[[ Data records open ]]
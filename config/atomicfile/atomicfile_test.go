package atomicfile

import (
	"errors"
	"io"
	"os"
	"path/filepath"
	"testing"
)

func TestWriteCreatesAndReplaces(t *testing.T) {
	path := filepath.Join(t.TempDir(), "out.csv")
	for _, content := range []string{"first\n", "second, longer content\n"} {
		err := Write(path, func(w io.Writer) error {
			_, err := io.WriteString(w, content)
			return err
		})
		if err != nil {
			t.Fatal(err)
		}
		got, err := os.ReadFile(path)
		if err != nil || string(got) != content {
			t.Fatalf("read %q, %v; want %q", got, err, content)
		}
		fi, _ := os.Stat(path)
		if fi.Mode().Perm() != Mode {
			t.Errorf("mode %v, want %v", fi.Mode().Perm(), os.FileMode(Mode))
		}
	}
	assertOnly(t, filepath.Dir(path), "out.csv")
}

func TestFailedFillKeepsOldFile(t *testing.T) {
	dir := t.TempDir()
	path := filepath.Join(dir, "keep.wav")
	if err := os.WriteFile(path, []byte("measured"), 0o644); err != nil {
		t.Fatal(err)
	}
	boom := errors.New("boom")
	err := Write(path, func(w io.Writer) error {
		io.WriteString(w, "half a file")
		return boom
	})
	if !errors.Is(err, boom) {
		t.Fatalf("error %v, want the fill's error", err)
	}
	got, _ := os.ReadFile(path)
	if string(got) != "measured" {
		t.Errorf("old file changed to %q", got)
	}
	assertOnly(t, dir, "keep.wav")
}

func TestMissingDirectory(t *testing.T) {
	path := filepath.Join(t.TempDir(), "no", "such", "dir", "x")
	err := Write(path, func(io.Writer) error { return nil })
	if err == nil || !errors.Is(err, os.ErrNotExist) {
		t.Fatalf("error %v, want one wrapping os.ErrNotExist", err)
	}
}

// assertOnly checks that dir holds exactly the named file: no temporary
// file is left behind.
func assertOnly(t *testing.T, dir, name string) {
	t.Helper()
	ents, err := os.ReadDir(dir)
	if err != nil {
		t.Fatal(err)
	}
	if len(ents) != 1 || ents[0].Name() != name {
		var names []string
		for _, e := range ents {
			names = append(names, e.Name())
		}
		t.Errorf("directory holds %v, want only %s", names, name)
	}
}
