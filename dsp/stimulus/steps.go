package stimulus

import (
	"fmt"
	"math"
)

// Step is one frequency of a stepped-sine sequence. Durations are in
// samples; the caller chooses them (settle from latency and the network's
// own settling, integration from the estimator's needs).
type Step struct {
	// Freq is the frequency in Hz, 0 < Freq < rate/2.
	Freq float64
	// Settle is the number of samples played before the integration block
	// begins, at least 0; the analyser ignores them.
	Settle int
	// Integrate is the number of samples of the integration block, at
	// least 1.
	Integrate int
}

// Block locates one step of a stepped-sine sequence by sample index, so
// the analyser can find each integration block in the recorded stream.
// Sample indices count from 0 at the first sample of the sequence.
type Block struct {
	// Freq is the step's frequency in Hz.
	Freq float64
	// Start is the first sample of the step (its settling part).
	Start int64
	// IntegrateStart is the first sample of the integration block.
	IntegrateStart int64
	// Length is the number of samples in the integration block.
	Length int
	// Phase is the stimulus phase in radians at IntegrateStart, in [0, 2π):
	// within the step, sample n is A·sin(2π·Freq·(n − IntegrateStart)/rate
	// + Phase), A the amplitude of the level.
	Phase float64
}

// SteppedSine plays a sequence of sine steps with continuous phase.
//
// The sequence is: a raised-cosine fade-in over the first fade samples
// (inside the first step's settling time), then each step in turn —
// settle samples, then integrate samples — and after the last step a tail
// of fade samples that continues the last frequency while fading out. No
// fade ever overlaps an integration block. The frequency changes exactly
// at step boundaries with no phase jump: the phase is carried from step to
// step like a phase accumulator, but is evaluated in closed form within
// each step (phase at the step start plus f·k/rate cycles), so rounding
// does not drift over long steps and the output does not depend on how
// reads are chunked.
//
// A SteppedSine is not safe for concurrent use.
type SteppedSine struct {
	rate     float64
	amp, cap float64
	fade     int64
	total    int64
	blocks   []Block
	ends     []int64   // end (exclusive) of each step; the last includes the tail
	phase0   []float64 // phase in cycles at each step's start, in [0, 1)
	pos      int64
	cur      int
}

// NewSteppedSine returns a stepped-sine sequence at sample rate rate (Hz)
// over steps, with raised-cosine fades of fade samples at the start and
// end, at levelDBFS under capDBFS (peak dBFS, see the package doc).
//
// Errors: a level or cap error wrapping [ErrLevel]; rate not positive and
// finite; no steps; a frequency not in (0, rate/2); a negative Settle or
// an Integrate below 1; a negative fade, or a fade longer than the first
// step's Settle (the fade-in must end before the first integration block).
func NewSteppedSine(rate float64, steps []Step, fade int, levelDBFS, capDBFS float64) (*SteppedSine, error) {
	amp, capAmp, err := CheckLevel(levelDBFS, capDBFS)
	if err != nil {
		return nil, err
	}
	if !(rate > 0) || math.IsInf(rate, 1) {
		return nil, fmt.Errorf("stimulus: sample rate %v Hz must be positive and finite", rate)
	}
	if len(steps) == 0 {
		return nil, fmt.Errorf("stimulus: stepped sine needs at least one step")
	}
	if fade < 0 {
		return nil, fmt.Errorf("stimulus: fade of %d samples is negative; use 0 for no fade", fade)
	}
	if fade > steps[0].Settle {
		return nil, fmt.Errorf("stimulus: fade of %d samples is longer than the first step's settling time of %d samples; lengthen the settle or shorten the fade so the fade-in ends before the first integration block",
			fade, steps[0].Settle)
	}
	s := &SteppedSine{
		rate: rate, amp: amp, cap: capAmp, fade: int64(fade),
		blocks: make([]Block, len(steps)),
		ends:   make([]int64, len(steps)),
		phase0: make([]float64, len(steps)),
	}
	var start int64
	cycles := 0.0 // phase in cycles at start, in [0, 1)
	for i, st := range steps {
		if !(st.Freq > 0 && st.Freq < rate/2) {
			return nil, fmt.Errorf("stimulus: step %d frequency %v Hz must be above 0 and below half the sample rate (%g Hz)", i, st.Freq, rate/2)
		}
		if st.Settle < 0 || st.Integrate < 1 {
			return nil, fmt.Errorf("stimulus: step %d at %g Hz has settle %d and integrate %d samples; settle must be ≥ 0 and integrate ≥ 1",
				i, st.Freq, st.Settle, st.Integrate)
		}
		inc := st.Freq / rate
		s.phase0[i] = cycles
		atBlock := frac(cycles + inc*float64(st.Settle))
		s.blocks[i] = Block{
			Freq:           st.Freq,
			Start:          start,
			IntegrateStart: start + int64(st.Settle),
			Length:         st.Integrate,
			Phase:          2 * math.Pi * atBlock,
		}
		n := int64(st.Settle) + int64(st.Integrate)
		start += n
		s.ends[i] = start
		cycles = frac(cycles + inc*float64(n))
	}
	s.total = start + int64(fade)
	s.ends[len(steps)-1] = s.total
	return s, nil
}

// frac returns x − ⌊x⌋.
func frac(x float64) float64 { return x - math.Floor(x) }

// Len returns the total number of samples of the sequence, tail included.
func (s *SteppedSine) Len() int64 { return s.total }

// Pos returns the index of the next sample Read will produce.
func (s *SteppedSine) Pos() int64 { return s.pos }

// Reset rewinds the sequence to its first sample.
func (s *SteppedSine) Reset() { s.pos, s.cur = 0, 0 }

// Schedule returns the block of every step in order, reusing dst when it
// has the capacity.
func (s *SteppedSine) Schedule(dst []Block) []Block {
	if cap(dst) < len(s.blocks) {
		dst = make([]Block, len(s.blocks))
	}
	dst = dst[:len(s.blocks)]
	copy(dst, s.blocks)
	return dst
}

// Read fills dst with the next samples of the sequence and returns how
// many it wrote: len(dst) until the end is near, fewer at the end, 0 once
// the sequence is over. It never allocates.
func (s *SteppedSine) Read(dst []float64) int {
	n := 0
	for n < len(dst) && s.pos < s.total {
		for s.pos >= s.ends[s.cur] {
			s.cur++
		}
		b := &s.blocks[s.cur]
		end := min(s.ends[s.cur], s.pos+int64(len(dst)-n))
		inc := b.Freq / s.rate
		p0 := s.phase0[s.cur]
		k0 := s.pos - b.Start
		seg := dst[n : n+int(end-s.pos)]
		for j := range seg {
			t := p0 + float64(k0+int64(j))*inc
			seg[j] = s.amp * math.Sin(2*math.Pi*(t-math.Floor(t)))
		}
		// Fades: only the first and last fade samples are touched.
		for i := s.pos; i < min(end, s.fade); i++ {
			seg[i-s.pos] *= FadeGain(int(i), int(s.fade))
		}
		for i := max(s.pos, s.total-s.fade); i < end; i++ {
			seg[i-s.pos] *= FadeGain(int(s.total-1-i), int(s.fade))
		}
		limit(seg, s.cap)
		n += len(seg)
		s.pos = end
	}
	return n
}
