package stimulus

import (
	"fmt"
	"testing"
)

// benchRate is the sample rate of the benchmarks; one op is one second of
// audio, so x-real-time = 1 s / (ns/op).
const benchRate = 48000

func reportRealTime(b *testing.B) {
	b.ReportMetric(float64(b.N)*1e9/float64(b.Elapsed().Nanoseconds()), "x-real-time")
}

// BenchmarkSteppedSineRead reads one second at 48 kHz per op, in device-
// sized chunks.
func BenchmarkSteppedSineRead(b *testing.B) {
	steps := make([]Step, 31)
	for i := range steps {
		steps[i] = Step{Freq: 20 * float64(i+1) * 25, Settle: 480, Integrate: 4800}
	}
	for _, chunk := range []int{64, 512, 4096} {
		b.Run(fmt.Sprint(chunk), func(b *testing.B) {
			s, err := NewSteppedSine(benchRate, steps, 480, -20, -10)
			if err != nil {
				b.Fatal(err)
			}
			buf := make([]float64, chunk)
			b.ReportAllocs()
			for b.Loop() {
				for got := 0; got < benchRate; {
					n := s.Read(buf)
					if n == 0 {
						s.Reset()
					}
					got += n
				}
			}
			reportRealTime(b)
		})
	}
}

func BenchmarkWhiteNoiseRead(b *testing.B) {
	w, _ := NewWhiteNoise(1, -20, -10)
	buf := make([]float64, 512)
	b.ReportAllocs()
	for b.Loop() {
		for got := 0; got < benchRate; got += w.Read(buf) {
		}
	}
	reportRealTime(b)
}

func BenchmarkPinkNoiseRead(b *testing.B) {
	p, _ := NewPinkNoise(1, -20, -10)
	buf := make([]float64, 512)
	b.ReportAllocs()
	for b.Loop() {
		for got := 0; got < benchRate; got += p.Read(buf) {
		}
	}
	reportRealTime(b)
}
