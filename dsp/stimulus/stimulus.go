// Package stimulus synthesises the test signals tonetrace plays: stepped
// sines, white and pink noise, and Farina's exponential sine sweep, all
// under a hard level cap.
//
// # Level convention
//
// Every level in this package is in dBFS and means the PEAK sample
// magnitude relative to full scale, where full scale is a sample value of
// ±1.0:
//
//	amplitude = 10^(level/20)      0 dBFS → peak ±1.0
//	                               −6.02 dBFS → peak ±0.5
//	                               −40 dBFS → peak ±0.01
//
// So a full-scale sine is 0 dBFS (its RMS is −3.01 dBFS), and a noise at
// −20 dBFS has its largest sample at ±0.1 whatever its RMS. Because the
// convention is peak, a noise's RMS lies well below its level (12 to 14 dB
// for the noises here), which is what protects the output stage.
//
// Every generator takes a level and a cap, both in dBFS. The cap is the
// safety limit the user set; it must be at most 0 dBFS, the level must be
// finite and at most the cap, or the generator returns an error wrapping
// [ErrLevel] that names both values. No sample produced by this package
// ever exceeds the cap's amplitude: outputs are scaled to the level, and a
// final hard limit at the cap amplitude catches rounding (and, for
// streamed pink noise only, the rare excursion of a Gaussian signal; see
// [PinkNoise]).
//
// # Streaming and whole files
//
// Generators meant for a live output ([SteppedSine], [WhiteNoise],
// [PinkNoise]) have a Read(dst []float64) int method that fills a
// caller-owned buffer without allocating. Whole-file signals come from
// [Render] and [LogSweep.Render]. Everything is deterministic: the same
// parameters and seed give the same samples, however the reads are
// chunked. Noise uses a PCG generator (math/rand/v2) seeded by the caller.
package stimulus

import (
	"errors"
	"fmt"
	"math"
)

// ErrLevel is wrapped by every error about a level or cap, so callers can
// test for it with errors.Is.
var ErrLevel = errors.New("stimulus: level not allowed")

// Amplitude returns the peak sample magnitude of a level in dBFS:
// 10^(level/20).
func Amplitude(levelDBFS float64) float64 { return math.Pow(10, levelDBFS/20) }

// CheckLevel validates a level against a cap, both in dBFS (peak, see the
// package doc), and returns their amplitudes. Errors (wrapping
// [ErrLevel]): a cap that is not finite or above 0 dBFS, a level that is
// not finite, or a level above the cap.
func CheckLevel(levelDBFS, capDBFS float64) (amp, capAmp float64, err error) {
	switch {
	case math.IsNaN(capDBFS) || math.IsInf(capDBFS, 0):
		return 0, 0, fmt.Errorf("%w: cap %v dBFS is not a number; set a cap between −120 and 0 dBFS", ErrLevel, capDBFS)
	case capDBFS > 0:
		return 0, 0, fmt.Errorf("%w: cap %.2f dBFS is above full scale; set a cap of at most 0 dBFS", ErrLevel, capDBFS)
	case math.IsNaN(levelDBFS) || math.IsInf(levelDBFS, 0):
		return 0, 0, fmt.Errorf("%w: level %v dBFS is not a number; give a finite level at most the cap %.2f dBFS", ErrLevel, levelDBFS, capDBFS)
	case levelDBFS > capDBFS:
		return 0, 0, fmt.Errorf("%w: level %.2f dBFS is above the cap %.2f dBFS; lower the level or raise the cap (at most 0 dBFS)", ErrLevel, levelDBFS, capDBFS)
	}
	return Amplitude(levelDBFS), Amplitude(capDBFS), nil
}

// limit clamps every sample of x to ±a.
func limit(x []float64, a float64) {
	for i, v := range x {
		x[i] = math.Max(-a, math.Min(a, v))
	}
}

// ScalePeak scales x in place so its largest magnitude is the amplitude of
// levelDBFS, then clamps it to the cap's amplitude (a guard against
// rounding). An all-zero x stays zero. Errors as for [CheckLevel]; x is
// unchanged on error.
func ScalePeak(x []float64, levelDBFS, capDBFS float64) error {
	amp, capAmp, err := CheckLevel(levelDBFS, capDBFS)
	if err != nil {
		return err
	}
	peak := 0.0
	for _, v := range x {
		peak = math.Max(peak, math.Abs(v))
	}
	if peak == 0 || math.IsInf(peak, 0) || math.IsNaN(peak) {
		if peak != 0 {
			return fmt.Errorf("stimulus: cannot scale a signal whose peak is %v", peak)
		}
		return nil
	}
	g := amp / peak
	for i := range x {
		x[i] *= g
	}
	limit(x, capAmp)
	return nil
}

// CrestFactorDB returns the crest factor of x in dB, 20·log10(peak/RMS):
// 3.01 dB for a sine, 0 dB for a square wave. It returns NaN for an empty
// or all-zero x.
func CrestFactorDB(x []float64) float64 {
	peak, sum := 0.0, 0.0
	for _, v := range x {
		peak = math.Max(peak, math.Abs(v))
		sum += v * v
	}
	if len(x) == 0 || sum == 0 {
		return math.NaN()
	}
	return 20 * math.Log10(peak/math.Sqrt(sum/float64(len(x))))
}

// FadeGain returns the gain of a raised-cosine (Hann half-window) fade-in
// of n samples at sample k: (1 − cos(πk/n))/2, which is 0 at k = 0 and
// reaches 1 at k = n; 1 for k ≥ n (so always 1 when n ≤ 0) and 0 for
// k < 0. A fade-out uses the
// same gain counted back from the last sample, so the last sample is 0.
func FadeGain(k, n int) float64 {
	switch {
	case k < 0:
		return 0
	case k >= n:
		return 1
	}
	return 0.5 * (1 - math.Cos(math.Pi*float64(k)/float64(n)))
}

// Fade applies a raised-cosine fade-in to the first n samples of x and a
// fade-out to the last n (see [FadeGain]). It panics if 2n > len(x).
func Fade(x []float64, n int) {
	if n < 0 || 2*n > len(x) {
		panic(fmt.Sprintf("stimulus: fade of %d samples at each end of %d samples", n, len(x)))
	}
	for k := 0; k < n; k++ {
		g := FadeGain(k, n)
		x[k] *= g
		x[len(x)-1-k] *= g
	}
}

// Ramp multiplies x in place by a gain that moves from fromGain to toGain
// along a raised cosine over len(x) samples, for a click-free level
// change: sample k gets fromGain + (toGain − fromGain)·(1 − cos(π(k+1)/
// len(x)))/2, so the last sample is at toGain exactly. Gains are linear
// factors in [0, 1], so a ramp can only lower a signal that already
// respects its cap; anything else is an error wrapping [ErrLevel] and x
// is left unchanged.
func Ramp(x []float64, fromGain, toGain float64) error {
	for _, g := range [2]float64{fromGain, toGain} {
		if !(g >= 0 && g <= 1) {
			return fmt.Errorf("%w: ramp gain %v is outside 0…1; ramps only attenuate, so change the level at the generator instead", ErrLevel, g)
		}
	}
	n := float64(len(x))
	for k := range x {
		w := 0.5 * (1 - math.Cos(math.Pi*float64(k+1)/n))
		x[k] *= fromGain + (toGain-fromGain)*w
	}
	return nil
}
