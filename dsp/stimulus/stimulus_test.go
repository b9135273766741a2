package stimulus

import (
	"errors"
	"fmt"
	"math"
	"strings"
	"testing"
)

// exactTol is the tolerance for quantities that should be exact up to
// floating-point rounding.
const exactTol = 1e-12

func TestAmplitude(t *testing.T) {
	// Common practice: dBFS = 20·log10(peak/full scale); −6.0206 dB is
	// half scale, −40 dB is 1 %.
	cases := []struct{ db, amp float64 }{{0, 1}, {20 * math.Log10(0.5), 0.5}, {-40, 0.01}, {-120, 1e-6}}
	for _, c := range cases {
		if got := Amplitude(c.db); math.Abs(got-c.amp) > exactTol*c.amp {
			t.Errorf("Amplitude(%g) = %.15g, want %g", c.db, got, c.amp)
		}
	}
}

func TestCheckLevel(t *testing.T) {
	cases := []struct {
		name       string
		level, cap float64
		ok         bool
		mentions   []string // substrings the error must contain
	}{
		{"below cap", -20, -6, true, nil},
		{"at full scale", 0, 0, true, nil},
		{"at cap", -6, -6, true, nil},
		{"above cap", -3, -6, false, []string{"-3.00", "-6.00", "lower the level"}},
		{"cap above full scale", -10, 1, false, []string{"1.00", "at most 0 dBFS"}},
		{"NaN level", math.NaN(), -6, false, []string{"NaN"}},
		{"+Inf level", math.Inf(1), -6, false, []string{"+Inf"}},
		{"-Inf level", math.Inf(-1), -6, false, []string{"-Inf"}},
		{"NaN cap", -20, math.NaN(), false, []string{"NaN"}},
		{"-Inf cap", -20, math.Inf(-1), false, []string{"-Inf"}},
	}
	for _, c := range cases {
		t.Run(c.name, func(t *testing.T) {
			amp, capAmp, err := CheckLevel(c.level, c.cap)
			if c.ok {
				if err != nil || amp > capAmp || amp != Amplitude(c.level) {
					t.Errorf("got %g %g %v", amp, capAmp, err)
				}
				return
			}
			if !errors.Is(err, ErrLevel) {
				t.Fatalf("got %v, want an error wrapping ErrLevel", err)
			}
			for _, m := range c.mentions {
				if !strings.Contains(err.Error(), m) {
					t.Errorf("error %q does not mention %q", err, m)
				}
			}
		})
	}
}

// TestConstructorsRejectLevels checks that every generator refuses a
// level above its cap, a cap above 0 dBFS and a non-finite level.
func TestConstructorsRejectLevels(t *testing.T) {
	steps := []Step{{Freq: 1000, Settle: 100, Integrate: 480}}
	sw := LogSweep{Rate: 48000, F1: 20, F2: 20000, Seconds: 0.1}
	gens := map[string]func(level, cap float64) error{
		"steps": func(l, c float64) error { _, err := NewSteppedSine(48000, steps, 10, l, c); return err },
		"white": func(l, c float64) error { _, err := NewWhiteNoise(1, l, c); return err },
		"pink":  func(l, c float64) error { _, err := NewPinkNoise(1, l, c); return err },
		"sweep": func(l, c float64) error { _, err := sw.Render(nil, l, c); return err },
		"scale": func(l, c float64) error { return ScalePeak([]float64{1}, l, c) },
		"render": func(l, c float64) error {
			_, err := Render(KindNoise, Options{Rate: 48000, Seconds: 0.1, LevelDBFS: l, CapDBFS: c})
			return err
		},
	}
	bad := []struct {
		name       string
		level, cap float64
	}{{"above cap", -10, -20}, {"cap above 0", -10, 3}, {"NaN", math.NaN(), -10}, {"Inf", math.Inf(1), 0}}
	for name, g := range gens {
		for _, b := range bad {
			if err := g(b.level, b.cap); !errors.Is(err, ErrLevel) {
				t.Errorf("%s %s: got %v, want an error wrapping ErrLevel", name, b.name, err)
			}
		}
	}
}

// TestNoSampleAboveCap renders every kind at its cap (level = cap) and
// checks no sample exceeds the cap's amplitude; the package's safety
// promise, common practice for a hard limit.
func TestNoSampleAboveCap(t *testing.T) {
	for _, capDB := range []float64{0, -0.1, -6, -40} {
		capAmp := Amplitude(capDB)
		check := func(name string, x []float64) {
			t.Helper()
			for i, v := range x {
				if math.Abs(v) > capAmp {
					t.Fatalf("%s at cap %g dBFS: sample %d = %.17g exceeds %.17g", name, capDB, i, v, capAmp)
				}
			}
		}
		for _, kind := range Kinds() {
			if kind == KindMultitone {
				continue
			}
			x, err := Render(kind, Options{Rate: 48000, Seconds: 0.5, LevelDBFS: capDB, CapDBFS: capDB, From: 20, To: 20000, Seed: 7, FadeSeconds: 0.01})
			if err != nil {
				t.Fatal(err)
			}
			check("Render "+kind, x)
		}
		buf := make([]float64, 1<<16)
		w, _ := NewWhiteNoise(3, capDB, capDB)
		w.Read(buf)
		check("WhiteNoise", buf)
		p, _ := NewPinkNoise(3, capDB, capDB)
		for range 4 {
			p.Read(buf)
			check("PinkNoise", buf)
		}
		s, _ := NewSteppedSine(48000, []Step{{Freq: 997, Settle: 0, Integrate: 4800}, {Freq: 23999, Settle: 10, Integrate: 4800}}, 0, capDB, capDB)
		n := s.Read(buf)
		check("SteppedSine", buf[:n])
		sw := LogSweep{Rate: 48000, F1: 10, F2: 24000, Seconds: 1}
		x, _ := sw.Render(nil, capDB, capDB)
		check("LogSweep", x)
	}
}

func TestCrestFactorDB(t *testing.T) {
	const tolDB = 1e-3
	sine := make([]float64, 48000)
	square := make([]float64, 48000)
	for i := range sine {
		sine[i] = 0.3 * math.Sin(2*math.Pi*1000*float64(i)/48000)
		square[i] = 0.3
		if i%48 >= 24 {
			square[i] = -0.3
		}
	}
	cases := []struct {
		name string
		x    []float64
		want float64
	}{
		// REFERENCES §3 [V]: a single sine has a crest factor of 3.01 dB
		// (√2).
		{"sine", sine, 10 * math.Log10(2)},
		// Common practice: a square wave's peak equals its RMS.
		{"square", square, 0},
		// Common practice: one impulse in N samples has crest factor √N.
		{"impulse", append([]float64{1}, make([]float64, 99)...), 20},
	}
	for _, c := range cases {
		if got := CrestFactorDB(c.x); math.Abs(got-c.want) > tolDB {
			t.Errorf("%s: %.4f dB, want %.4f dB", c.name, got, c.want)
		}
	}
	if !math.IsNaN(CrestFactorDB(nil)) || !math.IsNaN(CrestFactorDB(make([]float64, 5))) {
		t.Errorf("empty or silent input should give NaN")
	}
}

func TestFadeGain(t *testing.T) {
	// The raised cosine (Hann half-window) (1 − cos(πk/n))/2 [common
	// practice; Harris 1978 for the Hann window]: 0 at the start, ½ midway,
	// 1 at the end, symmetric about the midpoint.
	const n = 100
	if FadeGain(0, n) != 0 || math.Abs(FadeGain(n/2, n)-0.5) > exactTol || FadeGain(n, n) != 1 || FadeGain(-1, n) != 0 {
		t.Errorf("fade gains %g %g %g", FadeGain(0, n), FadeGain(n/2, n), FadeGain(n, n))
	}
	for k := 0; k < n; k++ {
		if s := FadeGain(k, n) + FadeGain(n-k, n); math.Abs(s-1) > exactTol {
			t.Errorf("gain(%d)+gain(n−%d) = %g, want 1", k, k, s)
		}
		if k > 0 && FadeGain(k, n) <= FadeGain(k-1, n) {
			t.Errorf("fade not rising at %d", k)
		}
	}
	if FadeGain(0, 0) != 1 {
		t.Errorf("no fade should be gain 1")
	}
	x := []float64{1, 1, 1, 1, 1, 1, 1, 1}
	Fade(x, 2)
	want := []float64{0, 0.5, 1, 1, 1, 1, 0.5, 0}
	for i := range x {
		if math.Abs(x[i]-want[i]) > exactTol {
			t.Errorf("Fade: %v, want %v", x, want)
			break
		}
	}
}

func TestRamp(t *testing.T) {
	x := make([]float64, 64)
	for i := range x {
		x[i] = 1
	}
	if err := Ramp(x, 1, 0.25); err != nil {
		t.Fatal(err)
	}
	if math.Abs(x[63]-0.25) > exactTol || x[0] > 1 || x[0] < 0.99 {
		t.Errorf("ramp ends %g … %g, want ≈1 … 0.25", x[0], x[63])
	}
	// Raised-cosine midpoint: halfway between the gains (common practice).
	if mid := x[31]; math.Abs(mid-0.625) > exactTol {
		t.Errorf("ramp midpoint %g, want 0.625", mid)
	}
	for i := 1; i < len(x); i++ {
		if x[i] > x[i-1] {
			t.Errorf("ramp down rises at %d", i)
		}
	}
	for _, g := range [][2]float64{{0, 1.5}, {-0.1, 1}, {math.NaN(), 0}, {1, math.Inf(1)}} {
		y := []float64{0.5}
		if err := Ramp(y, g[0], g[1]); !errors.Is(err, ErrLevel) || y[0] != 0.5 {
			t.Errorf("Ramp(%v): got %v, x %v; want ErrLevel and x unchanged", g, err, y)
		}
	}
}

func TestScalePeak(t *testing.T) {
	x := []float64{0.1, -0.4, 0.2}
	if err := ScalePeak(x, -6, -3); err != nil {
		t.Fatal(err)
	}
	if math.Abs(x[1]+Amplitude(-6)) > exactTol || math.Abs(x[0]-Amplitude(-6)/4) > exactTol {
		t.Errorf("scaled to %v", x)
	}
	z := []float64{0, 0}
	if err := ScalePeak(z, -6, -3); err != nil || z[0] != 0 {
		t.Errorf("silence: %v %v", z, err)
	}
	if err := ScalePeak([]float64{math.Inf(1)}, -6, -3); err == nil {
		t.Errorf("infinite input scaled without error")
	}
}

func ExampleCrestFactorDB() {
	x := make([]float64, 4800)
	for i := range x {
		x[i] = math.Sin(2 * math.Pi * float64(i) / 48)
	}
	fmt.Printf("sine: %.2f dB\n", CrestFactorDB(x))
	// Output: sine: 3.01 dB
}

func ExampleCheckLevel() {
	_, _, err := CheckLevel(-3, -10)
	fmt.Println(err)
	amp, capAmp, _ := CheckLevel(-40, -20)
	fmt.Printf("peak %.2f, cap %.2f\n", amp, capAmp)
	// Output:
	// stimulus: level not allowed: level -3.00 dBFS is above the cap -10.00 dBFS; lower the level or raise the cap (at most 0 dBFS)
	// peak 0.01, cap 0.10
}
[[ Data records closed ]]
In the entries above, locate every line with the word "limit" and copy it.

		limit(seg, s.cap)
// safety limit the user set; it must be at most 0 dBFS, the level must be
// final hard limit at the cap amplitude catches rounding (and, for
// limit clamps every sample of x to ±a.
func limit(x []float64, a float64) {
	limit(x, capAmp)
// promise, common practice for a hard limit.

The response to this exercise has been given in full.